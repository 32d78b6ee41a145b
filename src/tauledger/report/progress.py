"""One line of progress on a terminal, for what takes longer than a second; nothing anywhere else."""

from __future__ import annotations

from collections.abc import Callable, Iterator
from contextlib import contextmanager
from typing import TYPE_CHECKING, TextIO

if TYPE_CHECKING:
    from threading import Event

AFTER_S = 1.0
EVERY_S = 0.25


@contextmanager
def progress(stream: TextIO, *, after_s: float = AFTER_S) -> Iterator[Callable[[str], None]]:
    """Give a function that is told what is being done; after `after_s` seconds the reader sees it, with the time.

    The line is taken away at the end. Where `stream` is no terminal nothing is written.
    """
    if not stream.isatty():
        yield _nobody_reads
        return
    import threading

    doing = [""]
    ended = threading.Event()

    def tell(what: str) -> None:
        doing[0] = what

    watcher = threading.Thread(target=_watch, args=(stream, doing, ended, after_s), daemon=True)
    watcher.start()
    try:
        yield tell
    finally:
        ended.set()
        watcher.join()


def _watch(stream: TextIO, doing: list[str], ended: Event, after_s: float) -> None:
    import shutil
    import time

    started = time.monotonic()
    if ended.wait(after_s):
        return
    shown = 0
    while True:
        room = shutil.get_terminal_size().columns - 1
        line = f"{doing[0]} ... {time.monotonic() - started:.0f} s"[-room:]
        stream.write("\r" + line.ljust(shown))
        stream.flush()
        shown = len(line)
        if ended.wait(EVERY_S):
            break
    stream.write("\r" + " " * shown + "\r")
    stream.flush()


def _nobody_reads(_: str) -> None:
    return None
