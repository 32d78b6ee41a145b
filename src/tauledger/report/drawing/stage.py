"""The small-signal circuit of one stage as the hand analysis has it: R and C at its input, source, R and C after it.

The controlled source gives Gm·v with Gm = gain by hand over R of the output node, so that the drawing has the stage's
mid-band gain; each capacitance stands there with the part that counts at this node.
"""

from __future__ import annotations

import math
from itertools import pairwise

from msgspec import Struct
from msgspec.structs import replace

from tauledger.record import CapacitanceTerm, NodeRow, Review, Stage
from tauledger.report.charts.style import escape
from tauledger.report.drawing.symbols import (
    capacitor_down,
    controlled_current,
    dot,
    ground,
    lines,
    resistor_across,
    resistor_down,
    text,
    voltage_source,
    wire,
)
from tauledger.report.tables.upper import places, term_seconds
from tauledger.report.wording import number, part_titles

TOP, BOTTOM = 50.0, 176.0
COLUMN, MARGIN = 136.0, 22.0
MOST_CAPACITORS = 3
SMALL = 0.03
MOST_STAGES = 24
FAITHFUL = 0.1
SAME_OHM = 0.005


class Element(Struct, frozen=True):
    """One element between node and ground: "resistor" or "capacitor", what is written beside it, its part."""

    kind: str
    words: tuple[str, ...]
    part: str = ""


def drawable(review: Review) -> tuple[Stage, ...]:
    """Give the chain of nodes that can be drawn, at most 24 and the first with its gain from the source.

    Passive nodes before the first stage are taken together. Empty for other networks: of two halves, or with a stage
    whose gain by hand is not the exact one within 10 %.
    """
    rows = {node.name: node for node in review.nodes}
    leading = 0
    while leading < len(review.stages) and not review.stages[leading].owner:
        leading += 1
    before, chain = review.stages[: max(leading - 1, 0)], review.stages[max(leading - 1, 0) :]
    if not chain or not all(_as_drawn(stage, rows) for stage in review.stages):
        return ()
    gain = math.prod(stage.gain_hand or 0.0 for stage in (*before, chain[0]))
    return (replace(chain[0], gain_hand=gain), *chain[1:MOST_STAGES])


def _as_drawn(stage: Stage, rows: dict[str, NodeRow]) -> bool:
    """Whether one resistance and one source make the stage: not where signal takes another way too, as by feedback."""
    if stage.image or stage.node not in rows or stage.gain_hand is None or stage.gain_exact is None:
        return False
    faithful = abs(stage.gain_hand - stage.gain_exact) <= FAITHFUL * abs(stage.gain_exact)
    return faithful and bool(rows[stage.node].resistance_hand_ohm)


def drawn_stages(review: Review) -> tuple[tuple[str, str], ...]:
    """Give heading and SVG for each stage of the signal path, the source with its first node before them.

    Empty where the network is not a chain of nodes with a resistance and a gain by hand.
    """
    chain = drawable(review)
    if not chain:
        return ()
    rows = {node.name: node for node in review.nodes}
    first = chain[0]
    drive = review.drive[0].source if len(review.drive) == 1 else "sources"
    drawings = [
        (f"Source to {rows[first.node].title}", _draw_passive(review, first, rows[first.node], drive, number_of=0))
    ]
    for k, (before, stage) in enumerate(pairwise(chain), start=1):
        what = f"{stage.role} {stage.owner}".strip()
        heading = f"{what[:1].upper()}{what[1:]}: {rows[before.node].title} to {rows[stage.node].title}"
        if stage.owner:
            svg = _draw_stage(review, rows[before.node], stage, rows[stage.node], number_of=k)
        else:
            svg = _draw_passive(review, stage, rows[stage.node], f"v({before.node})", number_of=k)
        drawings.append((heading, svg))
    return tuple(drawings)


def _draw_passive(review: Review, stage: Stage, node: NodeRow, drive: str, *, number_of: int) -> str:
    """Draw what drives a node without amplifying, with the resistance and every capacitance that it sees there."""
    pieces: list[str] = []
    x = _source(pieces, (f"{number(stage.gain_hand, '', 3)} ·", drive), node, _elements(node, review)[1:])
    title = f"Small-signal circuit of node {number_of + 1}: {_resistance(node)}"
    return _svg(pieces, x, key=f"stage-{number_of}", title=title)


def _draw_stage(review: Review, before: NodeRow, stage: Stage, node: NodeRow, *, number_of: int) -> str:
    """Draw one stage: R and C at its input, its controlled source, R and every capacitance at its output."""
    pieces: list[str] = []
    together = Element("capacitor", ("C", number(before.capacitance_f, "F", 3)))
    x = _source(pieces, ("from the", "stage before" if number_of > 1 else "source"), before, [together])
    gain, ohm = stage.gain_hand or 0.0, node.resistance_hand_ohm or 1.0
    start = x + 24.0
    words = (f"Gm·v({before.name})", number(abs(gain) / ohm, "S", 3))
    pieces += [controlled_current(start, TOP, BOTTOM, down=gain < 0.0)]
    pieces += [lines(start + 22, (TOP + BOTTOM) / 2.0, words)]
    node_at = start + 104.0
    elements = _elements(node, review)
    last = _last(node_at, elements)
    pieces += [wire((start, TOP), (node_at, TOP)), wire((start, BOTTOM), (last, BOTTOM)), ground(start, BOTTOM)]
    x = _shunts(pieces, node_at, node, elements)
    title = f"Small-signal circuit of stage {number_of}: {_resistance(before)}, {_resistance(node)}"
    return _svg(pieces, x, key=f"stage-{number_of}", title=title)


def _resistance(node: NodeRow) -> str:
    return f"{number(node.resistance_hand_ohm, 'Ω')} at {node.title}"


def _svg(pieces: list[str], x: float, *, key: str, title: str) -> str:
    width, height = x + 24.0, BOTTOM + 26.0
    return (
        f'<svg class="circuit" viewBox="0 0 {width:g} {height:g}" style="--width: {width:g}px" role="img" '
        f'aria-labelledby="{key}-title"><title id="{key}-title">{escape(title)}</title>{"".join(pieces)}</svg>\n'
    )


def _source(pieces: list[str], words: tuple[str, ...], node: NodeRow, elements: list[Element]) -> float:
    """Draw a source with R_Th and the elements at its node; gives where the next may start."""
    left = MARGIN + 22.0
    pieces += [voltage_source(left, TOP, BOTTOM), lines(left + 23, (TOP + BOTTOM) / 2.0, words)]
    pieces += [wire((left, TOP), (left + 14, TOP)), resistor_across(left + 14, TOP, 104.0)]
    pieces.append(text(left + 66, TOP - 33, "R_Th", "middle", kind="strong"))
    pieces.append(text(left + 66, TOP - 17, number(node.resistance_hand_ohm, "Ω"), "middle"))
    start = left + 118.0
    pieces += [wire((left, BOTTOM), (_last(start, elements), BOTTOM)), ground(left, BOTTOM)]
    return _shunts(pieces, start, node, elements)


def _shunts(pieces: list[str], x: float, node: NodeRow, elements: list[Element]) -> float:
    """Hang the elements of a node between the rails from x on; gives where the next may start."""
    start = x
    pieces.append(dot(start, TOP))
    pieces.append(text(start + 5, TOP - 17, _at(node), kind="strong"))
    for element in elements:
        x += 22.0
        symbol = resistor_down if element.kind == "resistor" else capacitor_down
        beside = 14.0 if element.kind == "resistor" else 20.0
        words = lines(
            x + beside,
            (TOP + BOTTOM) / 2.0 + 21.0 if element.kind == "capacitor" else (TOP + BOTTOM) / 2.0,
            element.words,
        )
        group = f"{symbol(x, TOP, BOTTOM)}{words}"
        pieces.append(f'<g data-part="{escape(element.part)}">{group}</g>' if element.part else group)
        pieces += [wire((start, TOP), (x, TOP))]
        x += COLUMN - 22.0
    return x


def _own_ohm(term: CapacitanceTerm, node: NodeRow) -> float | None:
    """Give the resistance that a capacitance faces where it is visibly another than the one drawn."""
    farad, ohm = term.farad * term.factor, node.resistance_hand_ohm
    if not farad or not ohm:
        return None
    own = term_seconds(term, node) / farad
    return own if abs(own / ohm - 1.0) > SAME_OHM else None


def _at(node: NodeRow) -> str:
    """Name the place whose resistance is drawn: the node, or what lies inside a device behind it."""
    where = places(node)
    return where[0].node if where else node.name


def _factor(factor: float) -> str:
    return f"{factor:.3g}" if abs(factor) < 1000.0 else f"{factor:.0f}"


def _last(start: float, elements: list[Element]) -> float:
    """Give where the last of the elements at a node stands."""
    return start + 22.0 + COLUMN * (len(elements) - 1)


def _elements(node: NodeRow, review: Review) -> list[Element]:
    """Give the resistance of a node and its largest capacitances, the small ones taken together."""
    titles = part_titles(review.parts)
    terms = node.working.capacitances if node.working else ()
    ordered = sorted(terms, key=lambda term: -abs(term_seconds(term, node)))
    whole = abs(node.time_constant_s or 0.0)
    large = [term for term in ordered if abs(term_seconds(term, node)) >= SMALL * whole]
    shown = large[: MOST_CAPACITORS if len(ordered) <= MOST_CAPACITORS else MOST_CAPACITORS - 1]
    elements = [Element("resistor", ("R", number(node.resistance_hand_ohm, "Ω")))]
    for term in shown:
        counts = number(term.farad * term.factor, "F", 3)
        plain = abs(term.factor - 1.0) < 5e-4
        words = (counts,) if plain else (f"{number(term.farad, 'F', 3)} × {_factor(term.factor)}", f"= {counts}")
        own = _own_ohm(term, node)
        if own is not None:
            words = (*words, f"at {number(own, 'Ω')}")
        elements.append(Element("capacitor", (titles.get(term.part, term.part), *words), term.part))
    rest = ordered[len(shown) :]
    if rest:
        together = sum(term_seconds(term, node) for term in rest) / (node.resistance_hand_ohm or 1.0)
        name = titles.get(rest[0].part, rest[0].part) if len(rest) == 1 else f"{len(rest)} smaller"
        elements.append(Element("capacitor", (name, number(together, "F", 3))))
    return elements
--
About this exercise
Starting at the line above that holds "terms = node.working.capacitances" and ending at the line that holds "plain = abs(term.factor - 1.0) < 5e-4", transcribe each line exactly and include no other lines.

Answer box
    terms = node.working.capacitances if node.working else ()
    ordered = sorted(terms, key=lambda term: -abs(term_seconds(term, node)))
    whole = abs(node.time_constant_s or 0.0)
    large = [term for term in ordered if abs(term_seconds(term, node)) >= SMALL * whole]
    shown = large[: MOST_CAPACITORS if len(ordered) <= MOST_CAPACITORS else MOST_CAPACITORS - 1]
    elements = [Element("resistor", ("R", number(node.resistance_hand_ohm, "Ω")))]
    for term in shown:
        counts = number(term.farad * term.factor, "F", 3)
        plain = abs(term.factor - 1.0) < 5e-4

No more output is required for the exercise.